# Mad River Glen - 1/8/10



## Greg (Jan 8, 2010)

At lunch. Awesome day so far. Me, Grassi, ALLSKIING and Brian. Firm packed powder, thin cover, ice grass, moss with a few inches of fluff on top.

Hit cat bowl-lynx-beaver, chute-glade, fall line-canyon, and cat bowl-lower antelope. Some windblown, but overall good coverage. Brian is killing it today. Grassi is loving his first visit here.


----------



## severine (Jan 8, 2010)

Glad you guys are having fun!


----------



## madriverjack (Jan 8, 2010)

How are the bumps on chute to beaver? Ask someone to show you the 19th or 20th one of them bring you back to antalope that is fun tree skiing. You have to find it, it should be the run of the day. Is canyon still all windblown. If you could let me know the scope after today that would be cool, tryin to figure out if I should shoot up there tomr.. Have fun and The River is the best(for me) isn't it.


----------



## severine (Jan 8, 2010)

Here's a pic Greg posted on FB:






I guess that's B riding the single.


----------



## madriverjack (Jan 8, 2010)

The Chute love it and the rocks on the right love them to. There is a sweet line on the skiers left that goes right over those rocks. I always judge my day there by how many times I can hit that line without stoping or falling. The next line after the rocks should be just to the left by the next tower.


----------



## severine (Jan 8, 2010)

More photos:






bvibert:





ALLSKIING:





Sweet!


----------



## WoodCore (Jan 8, 2010)

What was the lunch special at the bar today?


----------



## Greg (Jan 8, 2010)

WoodCore said:


> What was the lunch special at the bar today?



Mad Burger + Single Chair Ale.

Now at the Hyde Away drinking in front of the fireplace. Life is effin' good!


----------



## WoodCore (Jan 8, 2010)

Greg said:


> Mad Burger + Single Chair Ale.
> 
> Now at the Hyde Away drinking in front of the fireplace. Life is effin' good!



Nice!


----------



## Greg (Jan 8, 2010)

Line of the day, on Lynx:

ALLSKING: "My brain is telling me to keep skiing, but my body is telling me to stop."

bvibert: "Don't listen to your brain, it's stupid."


----------



## severine (Jan 8, 2010)

Greg said:


> Line of the day, on Lynx:
> 
> ALLSKING: "My brain is telling me to keep skiing, but my body is telling me to stop."
> 
> bvibert: "Don't listen to your brain, it's stupid."

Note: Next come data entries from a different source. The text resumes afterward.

package order

import (
	"context"
	"fmt"
	"io"
	"math"
	"math/big"
	"strings"

	"pairloom/sparse/chain"
	"pairloom/sparse/source"
	"pairloom/sparse/source/npy"
	"pairloom/sparse/source/table"
)

// Facets reads one simplex a line (vertices only) from the one input of spec, closes
// it, and publishes the filtered complex in dir, which exists. Every value is 0, or,
// with spec.Function (a file of one value a vertex), a simplex enters with its latest
// vertex (lower star), vertices ordered by (value, number). Only faces up to degree
// K+1 are made. Errors: *source.InputError, *source.TooBig (counted before work).
// Time and memory: as Simplices, for the faces with repetitions.
func Facets(ctx context.Context, spec source.Spec, dir string, threads int, p source.Progress) (*chain.Complex, error) {
	p.Stage("read")
	r := &simplexReader{spec: spec}
	if err := r.read(ctx, p); err != nil {
		return nil, err
	}
	s := &simplicial{path: spec.Inputs[0], tables: r.tables, complex: &chain.Complex{Kind: string(source.Facets), Naming: chain.BySimplex, KeepZero: spec.KeepZeroPairs}}
	for _, d := range s.tables {
		d.lines = nil
	}
	top := len(s.tables) - 1
	if spec.Degrees >= 0 {
		top = min(top, spec.Degrees+1)
	}
	if err := closureFits(spec, s.tables, top); err != nil {
		return nil, err
	}
	s.labels = labelsOf(s.tables)
	densify(s.tables, s.labels)
	if err := s.closeFacets(ctx, top); err != nil {
		return nil, err
	}
	s.complex.Degrees = len(s.tables) - 1
	s.cutAbove(spec)
	if err := budget(spec, s.tables); err != nil {
		return nil, err
	}
	if spec.Function != "" {
		if err := s.lowerStar(spec.Function); err != nil {
			return nil, err
		}
	}
	return s.complex, s.build(ctx, dir, threads, p)
}

// closureFits bounds the faces, with repetitions, before any is made.
func closureFits(spec source.Spec, tables []*degreeTable, top int) error {
	faces, need := new(big.Int), new(big.Int)
	for _, d := range tables {
		for k := 0; k <= min(d.k, top); k++ {
			n := new(big.Int).Binomial(int64(d.k+1), int64(k+1))
			n.Mul(n, big.NewInt(int64(d.len())))
			faces.Add(faces, n)
			need.Add(need, n.Mul(n, big.NewInt(int64(4*(k+1)))))
		}
	}
	limit := new(big.Int).SetUint64(math.MaxUint32)
	if spec.MemoryBytes > 0 && need.Cmp(new(big.Int).SetUint64(spec.MemoryBytes)) > 0 || spec.MemoryBytes == 0 && faces.Cmp(limit) >= 0 {
		return &source.TooBig{Why: fmt.Sprintf("%s: its facets have %d faces up to degree %d, counted with repetition, about %d MiB; --memory allows %d MiB; lower --degrees or raise --memory",
			spec.Inputs[0], faces, top, new(big.Int).Rsh(need, 20), spec.MemoryBytes>>20)}
	}
	return nil
}

// closeFacets makes all faces up to degree top, each once, every degree sorted.
func (s *simplicial) closeFacets(ctx context.Context, top int) error {
	for len(s.tables)-1 > top {
		last := s.tables[len(s.tables)-1]
		s.tables = s.tables[:len(s.tables)-1]
		last.facesOf(s.tables[top])
		s.complex.Truncated = true
	}
	for k := len(s.tables) - 1; k >= 0; k-- {
		if ctx.Err() != nil {
			return context.Cause(ctx)
		}
		d := s.tables[k]
		sortTable(d, len(s.labels))
		d.merge()
		if k > 0 {
			d.facetsOf(s.tables[k-1])
		}
	}
	return nil
}

// facesOf appends all faces of degree to.k of d's simplices.
func (d *degreeTable) facesOf(to *degreeTable) {
	n, m := d.k+1, to.k+1
	pick := make([]int, m)
	for i := range d.len() {
		s := d.simplex(i)
		for q := range pick {
			pick[q] = q
		}
		for {
			for _, q := range pick {
				to.verts = append(to.verts, s[q])
			}
			q := m - 1
			for q >= 0 && pick[q] == n-m+q {
				q--
			}
			if q < 0 {
				break
			}
			pick[q]++
			for q++; q < m; q++ {
				pick[q] = pick[q-1] + 1
			}
		}
	}
}

// lowerStar reads the function and orders the vertices by it.
func (s *simplicial) lowerStar(path string) error {
	values, err := readFunction(path)
	if err != nil {
		return err
	}
	last := s.labels[len(s.labels)-1]
	if uint64(len(values)) != uint64(last)+1 {
		return source.Broken(path, 0, "%d values; one for each vertex 0..%d of %s was expected", len(values), last, s.path)
	}
	items := make([]Item, len(s.labels))
	s.tables[0].values = make([]float64, len(s.labels))
	for v, label := range s.labels {
		s.tables[0].values[v] = values[label]
		items[v] = Item{source.SortKey(values[label]), uint32(v)}
	}
	s.centre = make([]uint32, len(items))
	for r, it := range Sort(items) {
		s.centre[it.Index] = uint32(r)
	}
	s.complex.Naming = chain.ByVertex
	return nil
}

// readFunction reads one finite value a vertex, from .npy (one axis) or text (one a line).
func readFunction(path string) ([]float64, error) {
	if strings.HasSuffix(path, ".npy") {
		return readArray(path)
	}
	in, err := table.Open(path)
	if err != nil {
		return nil, err
	}
	defer in.Close()
	var values []float64
	for in.Next() {
		v, ok := table.ParseFloat(in.Fields()[0])
		if !ok || math.IsNaN(v) || math.IsInf(v, 0) || len(in.Fields()) != 1 {
			return nil, source.Broken(path, in.Line(), "one finite value was expected, for vertex %d", len(values))
		}
		values = append(values, source.Clean(v))
	}
	return values, in.Err()
}

// readArray reads a one-dimensional array of finite values.
func readArray(path string) ([]float64, error) {
	r, err := npy.Open(path)
	if err != nil {
		return nil, err
	}
	defer r.Close()
	if len(r.Header().Shape) != 1 {
		return nil, source.Broken(path, 0, "%d axes; one value after the other, on one axis, was expected", len(r.Header().Shape))
	}
	values := make([]float64, r.Len())
	for at := 0; at < len(values); {
		n, err := r.Read(values[at:])
		at += n
		if err != nil && (err != io.EOF || at < len(values)) {
			return nil, err
		}
	}
	for i, v := range values {
		if math.IsNaN(v) || math.IsInf(v, 0) {
			return nil, source.Broken(path, 0, "value %d is %v; finite values were expected", i, v)
		}
	}
	return values, nil
}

:lol: Sounds about right! :beer:


----------



## BLESS (Jan 8, 2010)

Greg said:


> Mad Burger + Single Chair Ale.
> 
> Now at the Hyde Away drinking in front of the fireplace. Life is effin' good!



quality.


----------



## wa-loaf (Jan 8, 2010)

Looking forward to the video.


----------



## BeanoNYC (Jan 8, 2010)

wa-loaf said:


> Looking forward to the video.



+1


----------



## severine (Jan 8, 2010)

Car trouble on the drive home.....


----------



## BeanoNYC (Jan 8, 2010)

severine said:


> Car trouble on the drive home.....



As luck would have it it's right in front of the Gold Club.


----------



## severine (Jan 8, 2010)

BeanoNYC said:


> As luck would have it it's right in front of the Gold Club.



:smash: Better not come home then... :smash:


----------



## Greg (Jan 8, 2010)

We fixed the car ourselves....  Snowing up here .....was kinda hoping we'd have to spend the night..... :razz:


----------



## BeanoNYC (Jan 8, 2010)

Greg said:


> We fixed the car ourselves....  Snowing up here .....was kinda hoping we'd have to spend the night..... :razz:



Do it!!!!  I'm sure KingM would love to have you guys.


----------



## Greg (Jan 8, 2010)

wa-loaf said:


> Looking forward to the video.


Grassi will have something. I shot some stills. Will throw them up later when I get home....


----------



## BeanoNYC (Jan 8, 2010)

Greg said:


> Grassi will have something. I shot some stills. Will throw them up later when I get home....



Get home safe guys.


----------



## 2knees (Jan 8, 2010)

cant wait to see the pics and vid.  cant wait to finally try this place for myself too.


----------



## Beast_Ed (Jan 8, 2010)

Dang, looks nice.  I can't wait for the next AZ/MS.net get together.

subscribe


----------



## Grassi21 (Jan 8, 2010)

wa-loaf said:


> Looking forward to the video.





BeanoNYC said:


> +1





Greg said:


> Grassi will have something. I shot some stills. Will throw them up later when I get home....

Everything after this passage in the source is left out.